Early January, Palestinian President Mahmoud Abbas issued a decree announcing parliamentary and presidential elections, making it the first Palestinian vote in 15 years. Scheduled to be held in May and July in the West Bank and Gaza strip, these elections appear as a strong signal to the international community that the Palestinian Authority is speeding up its democratic transition. But some remain sceptical as to what this vote will really achieve. We asked Dr. Alaa Tartir, Palestinian researcher, his view on this decision and on the possible outcome.
The Palestinian President Mahmoud Abbas has announced the first parliamentary and presidential elections for the Palestinian Authority in May and July in 15 years. What is behind this decision?
I wish I could say that the legislative and presidential elections announcement is due to home-grown, local, people-driven reasons, but in reality, it is far from that. I wish I could say it is due to popular demand and public pressure, or for the purpose of reforming the political system or reinventing the existing styles of governance, or even to renew the political leadership. I wish I could say it is a result of a long and complex process of democratization that elections will be "crowning". I wish I could say it is due to the outcomes and consequences of effective accountability mechanisms, or for the purpose of reviving dysfunctional organizational structures like the ones of the Palestine Liberation Organization (PLO). I wish I could say it is due to a serious workshop that aims to convene a comprehensive meaningful national dialogue that revisits the Palestinian political program and adopts a forward-looking strategy and concrete action plan to realise rights and freedom.

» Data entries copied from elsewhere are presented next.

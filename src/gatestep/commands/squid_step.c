/* The squid axon's Na, K and leak conductances stepped straight from their formulas.
 *
 * The plain counterpart of gatestep's kernel, for comparison: the same scheme (gates
 * across the tick on the mean of its two end voltages with the exact solution for a
 * held voltage, current at the newest voltage), with rates from exp() instead of a
 * table. Hodgkin and Huxley 1952, J. Physiol. 117:500-544, in the modern sign with
 * rest at -65 mV. Units: mV, ms, nS, pA.
 *
 * squid_run carries the gates over a whole series of voltages in one call, so that
 * the cost of calling does not count.
 */
#include <math.h>

/* k * z / (1 - exp(-z)) with z = x / k; at x = 0 it takes its limit. */
static double linoid(double x, double k)
{
    double z = x / k;
    if (fabs(z) < 1e-6)
        return k * (1.0 + 0.5 * z);
    return x / (1.0 - exp(-z));
}

static double relax(double x, double alpha, double beta, double dt_ms)
{
    double rate = alpha + beta;
    double inf = alpha / rate;
    return inf + (x - inf) * exp(-dt_ms * rate);
}

/* x is {m, h, n}; gmax_ns and reversal_mv are those of Na, K and leak. */
static double squid_step(double *x, const double *gmax_ns, const double *reversal_mv,
                         double v_old_mv, double v_new_mv, double dt_ms)
{
    double v = 0.5 * (v_old_mv + v_new_mv);
    x[0] = relax(x[0], 0.1 * linoid(v + 40.0, 10.0), 4.0 * exp(-(v + 65.0) / 18.0), dt_ms);
    x[1] = relax(x[1], 0.07 * exp(-(v + 65.0) / 20.0), 1.0 / (1.0 + exp(-(v + 35.0) / 10.0)),
                 dt_ms);
    x[2] = relax(x[2], 0.01 * linoid(v + 55.0, 10.0), 0.125 * exp(-(v + 65.0) / 80.0), dt_ms);

    double n2 = x[2] * x[2];
    double na = gmax_ns[0] * x[0] * x[0] * x[0] * x[1] * (reversal_mv[0] - v_new_mv);
    double k = gmax_ns[1] * n2 * n2 * (reversal_mv[1] - v_new_mv);
    return na + k + gmax_ns[2] * (reversal_mv[2] - v_new_mv);
}

/* i_pa[t] for t in 1..count-1: the current after the tick from v_mv[t - 1] to v_mv[t]. */
void squid_run(double *x, const double *gmax_ns, const double *reversal_mv, const double *v_mv,
               long count, double dt_ms, double *i_pa)
{
    for (long t = 1; t < count; t++)
        i_pa[t] = squid_step(x, gmax_ns, reversal_mv, v_mv[t - 1], v_mv[t], dt_ms);
}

None of the above-mentioned elements are reasons behind the intention to hold elections in the occupied West Bank and Gaza Strip later this year. The decision to hold elections is largely due to external - both international and regional - pressure and conditionality. The political leadership of the Palestinian Authority (PA) - and implicitly the leadership of Hamas - wanted to send a clear message to the new US administration that they are "ready for business", they are ready to return to the "old normal", and they are ready to receive the US financial "aid". They also wanted to send a clear sign to the Biden administration that they are happy to return to the "negotiation table", and by holding the elections, they think they are pre-empting the Israeli accusation that Palestinians are divided and fragmented to "negotiate meaningfully". This "internationally pleasing paradigm" is not a new practice as far as the PA leadership is concerned, in fact it is the dominant practice even though it has been detrimental to the Palestinian people and their struggle for freedom, equality, and self-determination.

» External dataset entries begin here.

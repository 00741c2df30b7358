"""A progress bar on stderr, for commands that may take over a second."""

from __future__ import annotations

from collections.abc import Callable, Iterator
from contextlib import contextmanager

Progress = Callable[[int, int], None]


@contextmanager
def bar(title: str) -> Iterator[Progress]:
    """Show how far work is, where someone sees it: call with what is done, and of how much."""
    from rich.console import Console
    from rich.progress import BarColumn, TextColumn, TimeRemainingColumn
    from rich.progress import Progress as RichProgress

    console = Console(stderr=True)
    columns = (TextColumn(title), BarColumn(), TextColumn("{task.percentage:3.0f} %"))
    shown = RichProgress(
        *columns,
        TimeRemainingColumn(),
        console=console,
        transient=True,
        disable=not console.is_terminal,
    )
    with shown:
        task = shown.add_task(title, total=None)
        yield lambda done, of: shown.update(task, completed=done, total=max(of, 1))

But beyond the pressure to please the Biden administration, the PA leadership is also under strong pressure from the donor community (especially the Europeans) to "renew their democratic mandate". However, donors are only interested in "nominal democracy", and they are interested in seeing "the Palestinians going to the ballot box", as one senior European diplomat told me, adding "we understand this is not real democracy, but it is better than nothing, and we are here to support".